Bahkan, akhir-akhir warga diresahkan dengan datangnya banjir. Sebab, adanya banjir di Cimahi tergolong sulit. Diduga banjir tersebut disebabkan penyempitan saluran dan pendangkalan drainase. “Terus terang, kami takut dengan banjir yang terus mengancam,” kata Abdul Aziz, salah seorang warga Citeureup RT 1/7, saat ditemui di kediamannya, Ahad (14/11).
Dia menganggap bahwa Pemkot Cimahi tidak serius menangani masalah banjir. Sebab, belum pernah ada tindakan konkret Pemkot. Padahal, peristiwa banjir di Cimahi tidak hanya terjadi saat turun hujan saja, meskipun tidak ada hujan, terkadang banjir tetap mengancam.
Akibatnya, warga selalu resah dan tidak tenang menjalani aktivitas sehari-hari mereka. “Penyebabnya kemungkinan karena aliran air dari atas cukup deras, sementara penampungannya sudah tidak memadai,” jelasnya.
Hal itu, disebabkan penyempitan selokan dan pendanggalan. Selain itu, karena adanya jalan rusak yang menyebabkan kondisi lingkungan setelah banjir melanda, menjadi kumuh. “Katanya Cimahi selalu dapat penghargaan. Tapi, menangani persoalan banjir saja tidak mampu,” tambahnya. “Kalau begitu untuk apa ada penghargaan, kalau masyarakat tidak menerima manfaatnya.
Hal serupa juga diungkapkan Fathur (39), warga Cimahi Utara lainnya. Menurutnya, banjir yang terjadi di kawasannya itu tergolong aneh. Sebab, secara geografis, rumahnya sulit dikatakan daerah rawan banjir, karena termasuk dataran tinggi.

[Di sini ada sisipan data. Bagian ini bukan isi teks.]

package shape

import (
	"context"
	"math"

	"tailgap/core/curve"
	"tailgap/core/gap"
)

// Fewest people for whom the tests' p-values hold.
const (
	FewestForAndersonDarling = 8
	FewestForLilliefors      = 5
)

// Tests are two tests of normality with mean and SD fitted to the scores. A
// test is there only where it is meant for so many people; with a given curve
// there is none.
type Tests struct {
	AndersonDarling *AndersonDarling
	Lilliefors      *Lilliefors
}

// AndersonDarling is A², A* = A²(1+0.75/n+2.25/n²) and the p-value of A*
// (Stephens 1986, tables 4.7 and 4.9, mean and SD unknown).
type AndersonDarling struct{ A2, A2Star, P float64 }

// Lilliefors is the largest distance D between the shares counted below a
// score and the fitted curve's, on either side of each jump, with its p-value:
// Dallal & Wilkinson's (1986) up to 0.1 and Molin & Abdi's (1998) above.
//
// Dallal & Wilkinson's formula drifts above some hundred people: where Molin &
// Abdi's critical values are those of p = 0.05 it has 0.052 at n = 300, 0.057 at
// 1,000, 0.069 at 10⁴ and 0.097 at 10⁶. Up to 1,000 people, and below 0.001, it
// is kept, because it is the published one and what R's nortest gives. Else D is
// brought to that of 100 people by the factor of those critical values,
// (0.83+n)/√n - 0.01 (Abdi & Molin 2007), which has 0.050 at any n.
type Lilliefors struct{ D, P float64 }

// atOnce is how many scores are looked at between two looks at the context.
const atOnce = 4096

// Test computes the tests. Their p-values are for scores without a step, and
// too small with one: of samples of 100 people from a normal curve rounded to
// whole numbers 8% (Anderson-Darling) and 18% (Lilliefors) had p < 0.05 where
// its SD was 10, 14% and 36% where it was 5; of 1,000 people, SD 10, 55% and 93%
// (200 samples each). It returns the context's error soon after the context
// ends. progress, which may be nil, is told how many of the scores are done.
func Test(ctx context.Context, t gap.Table, progress func(done, of int)) (Tests, error) {
	var tests Tests
	n := t.Counts.N
	if !t.Curve.Fitted || n < min(FewestForAndersonDarling, FewestForLilliefors) {
		return tests, nil
	}
	var a compensated
	d, before, people := 0.0, 0.0, float64(n)
	for i, z := range t.U {
		if i%atOnce == 0 {
			if err := ctx.Err(); err != nil {
				return Tests{}, err
			}
			if i > 0 && progress != nil {
				progress(i, len(t.U))
			}
		}
		count := float64(t.Counts.Count[i])
		after := before + count
		// The weights 2i-1 of the ordered scores, added up over equal ones.
		a.add((after*after - before*before) / people * curve.LogTail(-z))
		left, right := people-before, people-after
		a.add((left*left - right*right) / people * curve.LogTail(z))
		below := curve.UpperTail(-z)
		d = math.Max(d, math.Max(after/people-below, below-before/people))
		before = after
	}
	if n >= FewestForAndersonDarling {
		a.add(people)
		a2 := -a.value()
		star := a2 * (1 + 0.75/people + 2.25/(people*people))
		tests.AndersonDarling = &AndersonDarling{a2, star, andersonDarlingP(star)}
	}
	if n >= FewestForLilliefors {
		tests.Lilliefors = &Lilliefors{d, lillieforsP(d, people)}
	}
	return tests, nil
}

// andersonDarlingP is Stephens's (1986, table 4.9) p-value of A*. From 10 on,
// where nothing is known of it, it is given as at 10.
func andersonDarlingP(a float64) float64 {
	const at10 = 3.7e-24
	switch {
	case a < 0.2:
		return 1 - math.Exp(-13.436+101.14*a-223.73*a*a)
	case a < 0.34:
		return 1 - math.Exp(-8.318+42.796*a-59.938*a*a)
	case a < 0.6:
		return math.Exp(0.9177 - 4.279*a - 1.38*a*a)
	case a < 10:
		return math.Exp(1.2937 - 5.709*a + 0.0186*a*a)
	}
	return at10
}

func lillieforsP(d, n float64) float64 {
	p := dallalWilkinsonP(d, n)
	if n > 1000 && p >= 0.001 {
		p = math.Max(0.001, dallalWilkinsonP(d*molinAbdiFactor(n)/molinAbdiFactor(100), 100))
	}
	if p > 0.1 {
		return math.Max(0.1, molinAbdiP(d, n))
	}
	return p
}

// dallalWilkinsonP is meant for p-values up to 0.1. Above 100 people D is
// brought to that of 100 by the power 0.49 of their ratio.
func dallalWilkinsonP(d, n float64) float64 {
	if n > 100 {
		d *= math.Pow(n/100, 0.49)
		n = 100
	}
	root := math.Sqrt(n + 2.78019)
	return math.Exp(-7.01256*d*d*(n+2.78019) + 2.99587*d*root - 0.122119 + 0.974598/math.Sqrt(n) + 1.67997/n)
}

// molinAbdiFactor times D's critical values is about the same for any n.
func molinAbdiFactor(n float64) float64 { return (0.83+n)/math.Sqrt(n) - 0.01 }

// molinAbdiP is a polynomial in a, which does away with the number of people
// (as in Abdi & Molin 2007).
func molinAbdiP(d, n float64) float64 {
	const b0, b1, b2 = 0.37872256037043, 1.30748185078790, 0.08861783849346
	a := (-(b1 + n) + math.Sqrt((b1+n)*(b1+n)-4*b2*(b0-1/(d*d)))) / (2 * b2)
	p := 0.0
	for _, coefficient := range [...]float64{
		0.00000575586834, -0.00011872227037, 0.00069650013110, 0.00287462087623, -0.06353440854207, 0.40466213484419,
		-1.39874347510845, 2.80015798142101, -3.02959249450445, 1.67819837908004, -0.37782822932809,
	} {
		p = p*a + coefficient
	}
	return math.Min(1, math.Max(0, p))
}

// compensated adds with the rounding errors carried along (Neumaier 1974):
// A² is the small difference of sums as large as the number of people.
type compensated struct{ total, lost float64 }

func (s *compensated) add(x float64) {
	t := s.total + x
	if math.Abs(s.total) >= math.Abs(x) {
		s.lost += (s.total - t) + x
	} else {
		s.lost += (x - t) + s.total
	}
	s.total = t
}

func (s *compensated) value() float64 { return s.total + s.lost }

Kendati demikian, ia menegaskan, bahwa tindakan pemerintah untuk menangai banjir tersebut masih belum ada. Bahkan Pemkot Cimahi terkesan acuh tak acuh terhadap peristiwa yang menimpa warganya. “Mana pernah ada orang sana (Pemkot, red) melihat kami, datang ke sini untuk melihat kondisi warganya?” ungkapnya menyesalkan.
Bahkan menurutnya, Wali Kota Cimahi, Itoc Tochija, mau mendatangi warganya saat ada kepentingan saja. Sebaliknya, jika tidak ada kepentingan, dia tidak pernah berpikir untuk datang menemui warga. Hal itu, Fathur, menunjukkan bahwa kepeduliannya terhadap warga sini masih sangat rendah.